Abstract
Objectives
To evaluate susceptibility values associated with iron accumulation in the deep gray matter during postnatal development and to compare magnetic susceptibility between patients with normal and delayed development.
Methods
Patients with postmenstrual age (PMA) ≤ 1000 days underwent MR scans between August 2015 and April 2020 at our hospital. Quantitative susceptibility mapping (QSM) was performed, and magnetic susceptibility was measured using three-dimensional volumes of interest (VOIs) for the caudate nucleus (CN), globus pallidus (GP), putamen (PT), and ventrolateral thalamic nucleus (VL). Cross-sectional analysis was performed for 99 patients with normal development and 39 patients with delayed development. Longitudinal analysis was also performed to interpret changes over time in 13 patients with normal development. Correlations between magnetic susceptibility in VOIs and PMA or chronological age (CA) were assessed.
Results
Susceptibility values for CN, GP, PT, and VL showed positive moderate correlations with both PMA (ρ = 0.45, 0.69, 0.62, and 0.33, respectively) and CA (ρ = 0.53, 0.69, 0.66, and 0.39, respectively). The slope of the correlation between susceptibility values and age was highest in the GP among the four gray matter areas.
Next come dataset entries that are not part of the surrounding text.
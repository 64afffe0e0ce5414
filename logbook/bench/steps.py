"""The order of the hands: at each stop of the crank everything in reach, as found, then the act, then as left; then turn."""

from collections.abc import Iterator, Mapping, Sequence
from dataclasses import dataclass, field

from django.utils.translation import gettext as _

from measurements.barring import plan
from measurements.engine import Engine
from measurements.kind import UNDER_AIR, Kind

OPEN, TURN, FOUND, ACT, LEFT, OVER = "open", "turn", "found", "act", "left", "over"


@dataclass(frozen=True)
class Stop:
    """A place to stop the crank and the stations done there; without a mark the crank doesn't matter."""

    mark: str
    crank_angle: float | None
    stations: tuple[str, ...]


@dataclass(frozen=True)
class Route:
    """The stops in turning order; `note` says what the plan takes for granted or can't give."""

    stops: tuple[Stop, ...]
    note: str = ""

    @property
    def stations(self) -> tuple[str, ...]:
        """Every station, in the order of the stops."""
        return tuple(station for stop in self.stops for station in stop.stations)

    def stop_of(self, station: str) -> Stop | None:
        """The stop at which a station is done."""
        return next((stop for stop in self.stops if station in stop.stations), None)


@dataclass(frozen=True)
class Step:
    """The next thing to do: turn the crank to a stop, or measure or act at a station; or nothing is left."""

    what: str
    stop: Stop | None = None
    station: str = ""


@dataclass(frozen=True)
class Progress:
    """How far a task is: stations answered as found and as left, acted on, and those that call for an act."""

    found: frozenset[str] = frozenset()
    left: frozenset[str] = frozenset()
    acted: frozenset[str] = frozenset()
    calls: frozenset[str] = frozenset()
    crank_at: str = ""
    leaves_all: bool = field(default=False)  # every station is to be measured as left, act or no act


def route(kind: Kind, engine: Engine) -> Route:
    """The stops of a kind on an engine: the crank plan for valves, each cylinder's firing TDC under air, else no turning."""
    stations = tuple(kind.stations(engine))
    found = plan(engine)
    planned = {station for stop in found.stops for station in stop.stations} | set(found.unreachable)
    if planned and planned.issuperset(stations):
        stops = [Stop(str(one.place), one.crank_angle, one.stations) for one in found.stops]
        stops += _cylinder_by_cylinder(engine, tuple(found.unreachable))
        notes = [str(why) for why in found.unreachable.values()]
        if found.assumed_events:
            notes.append(
                _("Valve events are not given: see that each valve is on its base circle before measuring it.")
            )
        return Route(tuple(stops), " ".join(notes))
    if "turn_screw" in kind.acts or kind.lock_state == UNDER_AIR:
        note = str(found.why_not) if found.why_not and "turn_screw" in kind.acts else ""
        return Route(tuple(_cylinder_by_cylinder(engine, stations)), note)
    return Route((Stop("", None, stations),))


def _cylinder_by_cylinder(engine: Engine, stations: Sequence[str]) -> list[Stop]:
    """Each cylinder at its own firing TDC, in firing order where it is known."""
    cylinders = sorted({int(station.split(".")[0]) for station in stations})
    known = engine.firing_order is not None
    if known:
        cylinders.sort(key=engine.firing_angle)
    return [
        Stop(
            _("TDC %(cylinder)s firing") % {"cylinder": cylinder}, engine.firing_angle(cylinder) if known else None,
            tuple(station for station in stations if station.split(".")[0] == str(cylinder)),
        )
        for cylinder in cylinders
    ]  # fmt: skip


def next_step(route: Route, progress: Progress, *, all_found_first: bool = False) -> Step:
    """The next thing to do; it starts at the stop where the crank stands.

    Parameters
    ----------
    all_found_first : bool
        With shims every as-found comes before any act, and the stops are gone round again.
    """
    rounds = ((FOUND,), (ACT, LEFT)) if all_found_first else ((FOUND, ACT, LEFT),)
    for phases in rounds:
        for stop in _from_where_it_stands(route.stops, progress.crank_at):
            step = next(_open_at(stop, progress, phases), None)
            if step is not None:
                must_turn = stop.mark and stop.mark != progress.crank_at
                return Step(TURN, stop) if must_turn else step
    return Step(OVER)


def _from_where_it_stands(stops: Sequence[Stop], crank_at: str) -> list[Stop]:
    """Stops in turning order, the one where the crank stands first."""
    places = [stop.mark for stop in stops]
    at = places.index(crank_at) if crank_at in places else 0
    return [*stops[at:], *stops[:at]]


def _open_at(stop: Stop, progress: Progress, phases: Sequence[str]) -> Iterator[Step]:
    """What is open at a stop: every as-found, then station by station the act and what is left."""
    if FOUND in phases:
        yield from (Step(FOUND, stop, station) for station in stop.stations if station not in progress.found)
    if ACT in phases:
        for station in stop.stations:
            if station in progress.left:
                continue
            if station in progress.calls and station not in progress.acted:
                yield Step(ACT, stop, station)
            elif station in progress.acted or progress.leaves_all:
                yield Step(LEFT, stop, station)


def order_numbers(route: Route) -> Mapping[str, int]:
    """Each station's number in the order of the hands."""
    return {station: number for number, station in enumerate(route.stations, 1)}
Susceptibility values for the CN, GP, PT, and VL were higher with normal development than with delayed development at early postnatal age, although a significant difference was only observed for the CN. Susceptibility values also increased with age in the longitudinal analysis.
Conclusions
Magnetic susceptibility values in deep gray matter increased with age ≤ 1000 days. The normal development group showed higher susceptibility values than the delayed development group at early postnatal age (PMA ≤ 285 days).
Key Points
• Magnetic susceptibilities in deep gray matter nuclei increased with age (postmenstrual age ≤ 1000 days) in a large number of pediatric patients.
• The normal development group showed higher susceptibility values than the delayed development group in the basal ganglia and ventrolateral thalamic nucleus at early postnatal age (PMA ≤ 285 days).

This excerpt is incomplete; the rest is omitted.